── Material for this exercise ──

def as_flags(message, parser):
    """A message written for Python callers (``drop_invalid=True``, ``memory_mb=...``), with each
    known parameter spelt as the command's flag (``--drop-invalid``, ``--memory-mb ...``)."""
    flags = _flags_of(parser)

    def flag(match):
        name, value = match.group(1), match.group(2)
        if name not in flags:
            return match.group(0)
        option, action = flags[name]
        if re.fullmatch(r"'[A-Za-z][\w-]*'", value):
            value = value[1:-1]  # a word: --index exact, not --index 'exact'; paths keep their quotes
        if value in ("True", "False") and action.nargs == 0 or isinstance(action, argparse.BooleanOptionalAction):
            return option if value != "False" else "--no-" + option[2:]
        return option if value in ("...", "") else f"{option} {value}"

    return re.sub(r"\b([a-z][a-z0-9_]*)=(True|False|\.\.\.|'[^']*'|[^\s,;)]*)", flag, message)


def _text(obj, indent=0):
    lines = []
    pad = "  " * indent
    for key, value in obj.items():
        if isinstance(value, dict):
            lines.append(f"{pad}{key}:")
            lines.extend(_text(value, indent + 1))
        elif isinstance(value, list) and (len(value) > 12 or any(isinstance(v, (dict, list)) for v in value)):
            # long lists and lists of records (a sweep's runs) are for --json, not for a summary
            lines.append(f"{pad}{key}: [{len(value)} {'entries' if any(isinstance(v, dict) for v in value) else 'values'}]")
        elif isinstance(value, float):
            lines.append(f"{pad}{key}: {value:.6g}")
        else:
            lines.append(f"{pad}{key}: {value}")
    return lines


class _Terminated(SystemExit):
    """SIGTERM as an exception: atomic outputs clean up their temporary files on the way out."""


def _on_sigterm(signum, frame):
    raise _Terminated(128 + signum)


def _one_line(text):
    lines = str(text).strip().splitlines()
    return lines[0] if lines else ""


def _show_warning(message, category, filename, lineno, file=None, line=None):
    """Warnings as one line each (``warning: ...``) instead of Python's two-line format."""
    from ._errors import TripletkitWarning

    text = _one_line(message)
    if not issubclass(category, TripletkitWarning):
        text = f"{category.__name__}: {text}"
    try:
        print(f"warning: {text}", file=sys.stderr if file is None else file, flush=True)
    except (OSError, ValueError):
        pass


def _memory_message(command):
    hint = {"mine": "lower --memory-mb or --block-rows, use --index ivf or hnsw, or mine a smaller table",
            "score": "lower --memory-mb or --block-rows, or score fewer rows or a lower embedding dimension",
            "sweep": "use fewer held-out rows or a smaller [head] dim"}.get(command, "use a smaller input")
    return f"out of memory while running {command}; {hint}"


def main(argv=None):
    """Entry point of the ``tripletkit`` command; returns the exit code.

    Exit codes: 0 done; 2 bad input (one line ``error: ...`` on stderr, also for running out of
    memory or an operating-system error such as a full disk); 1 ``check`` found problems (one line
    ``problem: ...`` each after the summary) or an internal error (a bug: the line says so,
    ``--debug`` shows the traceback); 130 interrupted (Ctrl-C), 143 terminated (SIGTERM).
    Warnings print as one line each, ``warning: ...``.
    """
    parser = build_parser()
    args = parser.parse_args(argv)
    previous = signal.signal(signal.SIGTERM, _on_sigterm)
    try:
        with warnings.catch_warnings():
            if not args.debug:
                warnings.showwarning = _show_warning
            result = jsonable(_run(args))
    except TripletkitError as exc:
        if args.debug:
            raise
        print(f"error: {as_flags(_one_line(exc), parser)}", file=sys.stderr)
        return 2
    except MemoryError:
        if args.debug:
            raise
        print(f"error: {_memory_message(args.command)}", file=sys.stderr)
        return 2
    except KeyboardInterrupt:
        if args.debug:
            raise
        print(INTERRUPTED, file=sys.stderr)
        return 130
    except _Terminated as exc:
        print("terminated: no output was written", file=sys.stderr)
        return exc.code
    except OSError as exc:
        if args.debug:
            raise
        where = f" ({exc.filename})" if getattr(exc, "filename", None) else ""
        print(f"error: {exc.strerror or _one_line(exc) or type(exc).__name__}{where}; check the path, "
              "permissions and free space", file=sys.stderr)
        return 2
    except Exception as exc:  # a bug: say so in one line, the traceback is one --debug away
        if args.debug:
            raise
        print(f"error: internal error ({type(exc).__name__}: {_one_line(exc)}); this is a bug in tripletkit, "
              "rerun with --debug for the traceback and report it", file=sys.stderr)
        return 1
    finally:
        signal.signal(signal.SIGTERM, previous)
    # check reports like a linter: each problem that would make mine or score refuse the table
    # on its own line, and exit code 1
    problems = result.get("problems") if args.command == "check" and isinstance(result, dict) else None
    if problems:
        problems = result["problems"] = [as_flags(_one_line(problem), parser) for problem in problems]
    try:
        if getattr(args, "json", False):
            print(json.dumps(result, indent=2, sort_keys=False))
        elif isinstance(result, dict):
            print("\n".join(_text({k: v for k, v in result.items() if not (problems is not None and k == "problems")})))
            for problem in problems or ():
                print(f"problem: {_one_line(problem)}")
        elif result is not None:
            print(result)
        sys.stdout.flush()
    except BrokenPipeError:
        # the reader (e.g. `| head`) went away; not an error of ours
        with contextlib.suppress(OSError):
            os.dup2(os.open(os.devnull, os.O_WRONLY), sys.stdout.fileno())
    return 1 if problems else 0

───
── Material for this exercise ──

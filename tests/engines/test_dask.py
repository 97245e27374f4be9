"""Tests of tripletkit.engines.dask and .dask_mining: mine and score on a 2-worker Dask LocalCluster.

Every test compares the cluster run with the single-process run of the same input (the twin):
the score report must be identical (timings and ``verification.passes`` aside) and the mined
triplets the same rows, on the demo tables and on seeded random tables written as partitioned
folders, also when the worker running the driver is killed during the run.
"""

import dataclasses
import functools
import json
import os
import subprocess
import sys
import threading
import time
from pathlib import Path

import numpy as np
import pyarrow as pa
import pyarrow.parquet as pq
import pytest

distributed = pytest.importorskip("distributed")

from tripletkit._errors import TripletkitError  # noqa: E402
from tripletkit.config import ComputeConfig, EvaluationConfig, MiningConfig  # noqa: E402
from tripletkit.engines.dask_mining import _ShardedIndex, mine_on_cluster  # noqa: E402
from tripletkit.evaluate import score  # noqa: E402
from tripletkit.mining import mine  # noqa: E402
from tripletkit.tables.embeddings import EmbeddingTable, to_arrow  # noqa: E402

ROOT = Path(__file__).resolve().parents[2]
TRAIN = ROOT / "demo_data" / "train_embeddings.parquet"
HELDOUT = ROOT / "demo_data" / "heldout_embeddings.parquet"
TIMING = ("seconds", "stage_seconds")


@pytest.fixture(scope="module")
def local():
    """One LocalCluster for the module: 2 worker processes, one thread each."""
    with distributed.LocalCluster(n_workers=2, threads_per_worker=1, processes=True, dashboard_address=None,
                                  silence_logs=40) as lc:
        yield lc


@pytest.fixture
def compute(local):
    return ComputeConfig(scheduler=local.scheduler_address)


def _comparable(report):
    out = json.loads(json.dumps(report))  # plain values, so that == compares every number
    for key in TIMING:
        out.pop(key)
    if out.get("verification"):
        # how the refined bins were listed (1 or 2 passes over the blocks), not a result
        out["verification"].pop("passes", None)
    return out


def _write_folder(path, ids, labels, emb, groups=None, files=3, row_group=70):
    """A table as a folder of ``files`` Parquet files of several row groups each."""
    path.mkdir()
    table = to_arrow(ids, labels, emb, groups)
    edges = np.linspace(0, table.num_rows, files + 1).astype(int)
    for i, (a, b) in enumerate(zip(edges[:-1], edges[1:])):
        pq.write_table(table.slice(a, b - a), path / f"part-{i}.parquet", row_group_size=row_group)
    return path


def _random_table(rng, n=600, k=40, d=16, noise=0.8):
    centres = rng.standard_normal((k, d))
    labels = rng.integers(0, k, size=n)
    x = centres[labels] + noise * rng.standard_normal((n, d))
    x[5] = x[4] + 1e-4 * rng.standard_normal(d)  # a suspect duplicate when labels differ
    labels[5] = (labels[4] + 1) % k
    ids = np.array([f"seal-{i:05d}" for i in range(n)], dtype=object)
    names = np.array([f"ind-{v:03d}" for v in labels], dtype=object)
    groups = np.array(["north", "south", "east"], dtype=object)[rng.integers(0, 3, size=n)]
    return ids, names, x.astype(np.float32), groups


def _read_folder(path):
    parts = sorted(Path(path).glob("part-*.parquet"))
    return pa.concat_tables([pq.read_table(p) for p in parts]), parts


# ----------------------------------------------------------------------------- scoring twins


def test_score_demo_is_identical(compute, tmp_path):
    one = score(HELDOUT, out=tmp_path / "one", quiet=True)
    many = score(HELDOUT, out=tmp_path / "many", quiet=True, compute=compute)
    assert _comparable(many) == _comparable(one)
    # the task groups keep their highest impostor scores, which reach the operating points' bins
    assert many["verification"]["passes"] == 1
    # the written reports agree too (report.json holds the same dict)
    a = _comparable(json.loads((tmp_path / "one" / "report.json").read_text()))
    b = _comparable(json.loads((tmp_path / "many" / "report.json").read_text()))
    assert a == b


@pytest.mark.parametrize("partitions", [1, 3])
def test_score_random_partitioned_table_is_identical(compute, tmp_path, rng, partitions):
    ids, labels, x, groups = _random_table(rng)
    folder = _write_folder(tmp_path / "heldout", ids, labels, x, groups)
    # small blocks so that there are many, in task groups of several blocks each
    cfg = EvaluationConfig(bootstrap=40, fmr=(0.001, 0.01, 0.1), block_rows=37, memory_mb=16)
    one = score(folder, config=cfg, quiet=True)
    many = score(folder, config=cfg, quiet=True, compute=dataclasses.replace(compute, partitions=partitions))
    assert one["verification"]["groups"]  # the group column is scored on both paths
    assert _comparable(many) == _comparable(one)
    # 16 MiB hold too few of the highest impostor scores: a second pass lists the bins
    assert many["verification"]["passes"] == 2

───
── Material for this exercise ──

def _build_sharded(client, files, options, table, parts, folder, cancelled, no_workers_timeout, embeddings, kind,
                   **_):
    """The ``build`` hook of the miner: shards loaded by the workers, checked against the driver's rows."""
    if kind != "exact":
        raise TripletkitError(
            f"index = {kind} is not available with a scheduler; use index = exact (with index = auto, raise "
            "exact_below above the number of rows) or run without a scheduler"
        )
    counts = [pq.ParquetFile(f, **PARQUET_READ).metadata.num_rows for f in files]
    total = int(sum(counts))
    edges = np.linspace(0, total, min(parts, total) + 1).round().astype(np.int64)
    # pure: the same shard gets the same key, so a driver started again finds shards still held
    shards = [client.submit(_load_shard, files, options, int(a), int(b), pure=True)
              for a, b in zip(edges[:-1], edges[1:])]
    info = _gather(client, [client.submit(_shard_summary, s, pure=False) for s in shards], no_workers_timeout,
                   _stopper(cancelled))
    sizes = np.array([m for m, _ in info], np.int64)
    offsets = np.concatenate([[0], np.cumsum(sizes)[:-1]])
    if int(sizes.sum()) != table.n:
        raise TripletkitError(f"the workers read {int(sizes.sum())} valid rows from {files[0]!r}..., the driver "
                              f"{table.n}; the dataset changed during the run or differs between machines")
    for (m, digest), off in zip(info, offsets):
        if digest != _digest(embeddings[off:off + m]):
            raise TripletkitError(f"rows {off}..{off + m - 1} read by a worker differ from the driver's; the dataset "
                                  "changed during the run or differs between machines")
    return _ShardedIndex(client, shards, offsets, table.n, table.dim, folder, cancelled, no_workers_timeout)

───

= What this task involves =
Looking at the records above, tally the lines holding "signum" and reply with that number only.

= Answer box =
2